Plants teach big lessons about how to get going

Engineers who want to design devices that move quickly should consult with plants. Our green friends have evolved in simple ways to make some of the fastest movements known in nature.

Take the Venus' flytrap. It snaps up its prey in a few tenths of a second. The title of "fastest plant on Earth," however, goes to the bunchberry dogwood. When launching its pollen, this tiny plant moves more than 100 times as fast as the flytrap.

A fresh look at such familiar but poorly understood phenomena would uncover a treasure trove of examples to fire a designer's imagination, says Harvard mechanical engineer Lakshminarayanan Mahadevan. In January, Professor Mahadevan and several colleagues published in Nature the first detailed description of how the Venus' flytrap snaps. It's a simple system based on hydrologic pressure and release of pent-up elastic energy.

When resting, the two leaves of the hinged trap bend outward in a concave shape. The trap is open to admit unsuspecting insects. When an intruding fly trips trigger hairs inside the trap, movement of fluid within leaf cells builds up elastic strains in the leaf. When the leaves can no longer sustain the strains, they snap into their other stable shape, curving inward to form a concave enclosure. Voilá! A trapped insect and a tasty meal.

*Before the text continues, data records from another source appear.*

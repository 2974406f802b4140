import type { Csr } from "../csr.js";
import { diagonalOf, dropZeros } from "./build.js";
import { fullCsr, isFull, productOfRows } from "./full.js";
import { RowAccumulator } from "./rows.js";

/**
 * The product AB, row by row with a dense accumulator (Gustavson, ACM Trans. Math. Softw. 4, 250 (1978)). O(products).
 *
 * Entries that cancel stay stored. A real entry of k terms takes k roundings on its longest path, a complex one k + 1.
 */
export function multiply(a: Csr, b: Csr): Csr {
  if (isFull(a) && isFull(b)) return fullCsr(a.rows, b.cols, productOfRows(a.rows, a.cols, b.cols, a, b));
  const complex = a.im !== undefined || b.im !== undefined;
  const out = new RowAccumulator(a.rows, b.cols, complex);
  for (let row = 0; row < a.rows; row++) out.finishRow(row, scatterRow(out, row, a, b, 1, 0));
  return out.finish();
}

/**
 * Adds sign · (row of A) · B to the accumulator, which holds `count` columns already; returns their new number.
 *
 * @param from - where to begin in each row of B
 */
function scatterRow(
  out: RowAccumulator,
  row: number,
  a: Csr,
  b: Csr,
  sign: number,
  count: number,
  from: Int32Array = b.ptr,
): number {
  if (out.im.length === 0) return scatterReal(out, row, a, b, sign, count, from);
  return b.im === undefined
    ? scatterComplexReal(out, row, a, b, sign, count, from)
    : scatterComplex(out, row, a, b, b.im, sign, count, from);
}

function scatterReal(
  out: RowAccumulator,
  row: number,
  a: Csr,
  b: Csr,
  sign: number,
  count: number,
  from: Int32Array,
): number {
  const { re, mark, list } = out;
  const { ptr, col, re: bRe } = b;
  const tag = out.firstTag + row;
  let filled = count;
  const end = a.ptr[row + 1] as number;
  for (let e = a.ptr[row] as number; e < end; e++) {
    const k = a.col[e] as number;
    const x = sign * (a.re[e] as number);
    const stop = ptr[k + 1] as number;
    for (let f = from[k] as number; f < stop; f++) {
      const c = col[f] as number;
      const term = x * (bRe[f] as number);
      if (mark[c] === tag) {
        re[c] = (re[c] as number) + term;
      } else {
        mark[c] = tag;
        list[filled++] = c;
        // Adding zero turns −0 into 0, as in every sum.
        re[c] = term + 0;
      }
    }
  }
  return filled;
}

/** B real, the accumulator complex; A may be either. */
function scatterComplexReal(
  out: RowAccumulator,
  row: number,
  a: Csr,
  b: Csr,
  sign: number,
  count: number,
  from: Int32Array,
): number {
  const { re, im, mark, list } = out;
  const { ptr, col, re: bRe } = b;
  const aIm = a.im;
  const tag = out.firstTag + row;
  let filled = count;
  const end = a.ptr[row + 1] as number;
  for (let e = a.ptr[row] as number; e < end; e++) {
    const k = a.col[e] as number;
    const x = sign * (a.re[e] as number);
    const y = aIm === undefined ? 0 : sign * (aIm[e] as number);
    const stop = ptr[k + 1] as number;
    for (let f = from[k] as number; f < stop; f++) {
      const c = col[f] as number;
      const u = bRe[f] as number;
      if (mark[c] === tag) {
        re[c] = (re[c] as number) + x * u;
        im[c] = (im[c] as number) + y * u;
      } else {
        mark[c] = tag;
        list[filled++] = c;
        re[c] = x * u + 0;
        im[c] = y * u + 0;
      }
    }
  }
  return filled;
}

function scatterComplex(
  out: RowAccumulator,
  row: number,
  a: Csr,
  b: Csr,
  bIm: Float64Array,
  sign: number,
  count: number,
  from: Int32Array,
): number {
  const { re, im, mark, list } = out;
  const { ptr, col, re: bRe } = b;
  const aIm = a.im;
  const tag = out.firstTag + row;
  let filled = count;
  const end = a.ptr[row + 1] as number;
  for (let e = a.ptr[row] as number; e < end; e++) {
    const k = a.col[e] as number;
    const x = sign * (a.re[e] as number);
    const y = aIm === undefined ? 0 : sign * (aIm[e] as number);
    const stop = ptr[k + 1] as number;
    for (let f = from[k] as number; f < stop; f++) {
      const c = col[f] as number;
      const u = bRe[f] as number;
      const v = bIm[f] as number;
      if (mark[c] === tag) {
        re[c] = (re[c] as number) + (x * u - y * v);
        im[c] = (im[c] as number) + (x * v + y * u);
      } else {
        mark[c] = tag;
        list[filled++] = c;
        re[c] = x * u - y * v + 0;
        im[c] = x * v + y * u + 0;
      }
    }
  }
  return filled;
}

/**
 * The commutator AB − BA of two square matrices in one pass over the rows.
 *
 * Where one of the two is diagonal, [A, B]_ij = (a_i − a_j) b_ij without any sum; the diagonal, which vanishes identically, is
 * then not stored. Other entries that cancel stay stored. In the general case an entry takes as many roundings as AB and BA
 * have terms together, one more if complex.
 */
export function commutator(a: Csr, b: Csr): Csr {
  const left = diagonalOf(a);
  if (left !== undefined) return diagonalCommutator(left, b, 1);
  const right = diagonalOf(b);
  if (right !== undefined) return diagonalCommutator(right, a, -1);
  const complex = a.im !== undefined || b.im !== undefined;
  const out = new RowAccumulator(a.rows, a.cols, complex);
  for (let row = 0; row < a.rows; row++) {
    const count = scatterRow(out, row, a, b, 1, 0);
    out.finishRow(row, scatterRow(out, row, b, a, -1, count));
  }
  return out.finish();
}

/**
 * The upper triangle, diagonal included, of AB − BA for two Hermitian matrices; the rest follows from C† = −C. Half the work of
 * {@link commutator}, with the same roundings.
 */
export function commutatorUpper(a: Csr, b: Csr): Csr {
  const complex = a.im !== undefined || b.im !== undefined;
  const out = new RowAccumulator(a.rows, a.cols, complex);
  const fromA = a.ptr.slice(0, a.rows);
  const fromB = b.ptr.slice(0, b.rows);
  for (let row = 0; row < a.rows; row++) {
    const count = scatterRow(out, row, a, b, 1, 0, fromB);
    out.finishRow(row, scatterRow(out, row, b, a, -1, count, fromA));
    passColumn(a, row, fromA);
    passColumn(b, row, fromB);
  }
  return out.finish();
}

/** Moves the beginnings of all rows past a column; the pattern is symmetric, so its row tells which have an entry there. */
function passColumn({ ptr, col }: Csr, column: number, from: Int32Array): void {
  const end = ptr[column + 1] as number;
  for (let e = ptr[column] as number; e < end; e++) {
    const row = col[e] as number;
    const start = from[row] as number;
    if (col[start] === column) from[row] = start + 1;
  }
}

function diagonalCommutator(d: { re: Float64Array; im: Float64Array | undefined }, b: Csr, sign: number): Csr {
  const n = b.rows;
  const complex = d.im !== undefined || b.im !== undefined;
  const ptr = new Int32Array(n + 1);
  const col = new Int32Array(b.col.length);
  const re = new Float64Array(b.col.length);
  const im = complex ? new Float64Array(b.col.length) : undefined;
  let f = 0;
  for (let row = 0; row < n; row++) {
    const end = b.ptr[row + 1] as number;
    for (let e = b.ptr[row] as number; e < end; e++) {
      const c = b.col[e] as number;
      if (c === row) continue;
      const x = sign * ((d.re[row] as number) - (d.re[c] as number));
      const y = d.im === undefined ? 0 : sign * ((d.im[row] as number) - (d.im[c] as number));
      const u = b.re[e] as number;
      const v = b.im === undefined ? 0 : (b.im[e] as number);
      col[f] = c;
      re[f] = im === undefined ? x * u : x * u - y * v;
      if (im !== undefined) im[f] = x * v + y * u;
      f++;
    }
    ptr[row + 1] = f;
  }
  return { rows: n, cols: n, ptr, col: col.slice(0, f), re: re.slice(0, f), im: dropZeros(im?.slice(0, f)) };
}

/** The Kronecker product A ⊗ B; the index of A is the slow one. */
export function kron(a: Csr, b: Csr): Csr {
  const rows = a.rows * b.rows;
  const count = a.col.length * b.col.length;
  const complex = a.im !== undefined || b.im !== undefined;
  const ptr = new Int32Array(rows + 1);
  const col = new Int32Array(count);
  const re = new Float64Array(count);
  const im = complex ? new Float64Array(count) : undefined;
  let g = 0;
  for (let r = 0; r < a.rows; r++) {
    const aEnd = a.ptr[r + 1] as number;
    for (let s = 0; s < b.rows; s++) {
      const bStart = b.ptr[s] as number;
      const bEnd = b.ptr[s + 1] as number;
      for (let e = a.ptr[r] as number; e < aEnd; e++) {
        const base = (a.col[e] as number) * b.cols;
        const x = a.re[e] as number;
        const y = a.im === undefined ? 0 : (a.im[e] as number);
        for (let f = bStart; f < bEnd; f++, g++) {
          const u = b.re[f] as number;
          const v = b.im === undefined ? 0 : (b.im[f] as number);
          col[g] = base + (b.col[f] as number);
          re[g] = im === undefined ? x * u : x * u - y * v;
          if (im !== undefined) im[g] = x * v + y * u;
        }
      }
      ptr[r * b.rows + s + 1] = g;
    }
  }
  return { rows, cols: a.cols * b.cols, ptr, col, re, im: dropZeros(im) };
}

/**
 * y = A x for a dense vector. A real entry of k terms takes k roundings on its longest path, a complex one k + 1.
 *
 * @param a - the matrix
 * @param xre - real parts of x, length `a.cols`
 * @param xim - imaginary parts of x, absent for a real vector
 * @param yre - receives the real parts of y, length `a.rows`
 * @param yim - receives the imaginary parts; may be absent only where A and x are both real
 */
export function apply(
  a: Csr,
  xre: Float64Array,
  xim: Float64Array | undefined,
  yre: Float64Array,
  yim: Float64Array | undefined,
): void {
  const aIm = a.im;
  for (let row = 0; row < a.rows; row++) {
    let re = 0;
    let im = 0;
    const end = a.ptr[row + 1] as number;
    for (let e = a.ptr[row] as number; e < end; e++) {
      const c = a.col[e] as number;
      const x = a.re[e] as number;
      const u = xre[c] as number;
      if (aIm === undefined) {
        re += x * u;
        if (xim !== undefined) im += x * (xim[c] as number);
      } else {
        const y = aIm[e] as number;
        const v = xim === undefined ? 0 : (xim[c] as number);
        re += x * u - y * v;
        im += x * v + y * u;
      }
    }
    yre[row] = re;
    if (yim !== undefined) yim[row] = im;
  }
}

/**
 * Adds Σ_k left(i, k) · right(k, j) to `out` at every entry (i, j) of a pattern that contains the pattern of the product. The
 * factors are non-negative numbers (moduli, radii) on the patterns of A and B.
 *
 * @param pattern - where the sums are wanted
 * @param a - pattern of the left factor
 * @param left - its non-negative numbers, one for each entry of `a`
 * @param b - pattern of the right factor
 * @param right - its non-negative numbers
 * @param out - one number for each entry of `pattern`
 */
export function addModuliProduct(
  pattern: Csr,
  a: Csr,
  left: Float64Array,
  b: Csr,
  right: Float64Array,
  out: Float64Array,
): void {
  const sum = new Float64Array(b.cols);
  for (let row = 0; row < a.rows; row++) {
    const end = a.ptr[row + 1] as number;
    for (let e = a.ptr[row] as number; e < end; e++) {
      const k = a.col[e] as number;
      const x = left[e] as number;
      const stop = b.ptr[k + 1] as number;
      for (let f = b.ptr[k] as number; f < stop; f++) {
        const c = b.col[f] as number;
        sum[c] = (sum[c] as number) + x * (right[f] as number);
      }
    }
    const last = pattern.ptr[row + 1] as number;
    for (let g = pattern.ptr[row] as number; g < last; g++) {
      const c = pattern.col[g] as number;
      out[g] = (out[g] as number) + (sum[c] as number);
      sum[c] = 0;
    }
  }
}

The system is a little like the pressure indicator on the lid of a jar of jam. As the jar is being sealed, the metal indicator is popped upward. But as the jar cools, internal pressure drops and the elastic strain in the top changes. At some point, the top snaps into its other stable position, inward, and stays that way until you open the jar and break the seal.

Canadian bunchberry dogwood is even trickier. Joan Edwards at Williams College in Williamstown, Mass., and colleagues have shown it to be the fastest-moving plant on the planet. It opens its petals and releases pollen in a few thousandths of a second. Their report last month in Nature explains that this action also involves hydrological and elastic forces with a twist: Its pollen launcher works like a trebuchet. That's a medieval catapult that carries its payload in a sling attached to the top of the catapult's arm. This design gives extra oomph to the missile tossed by the trebuchet.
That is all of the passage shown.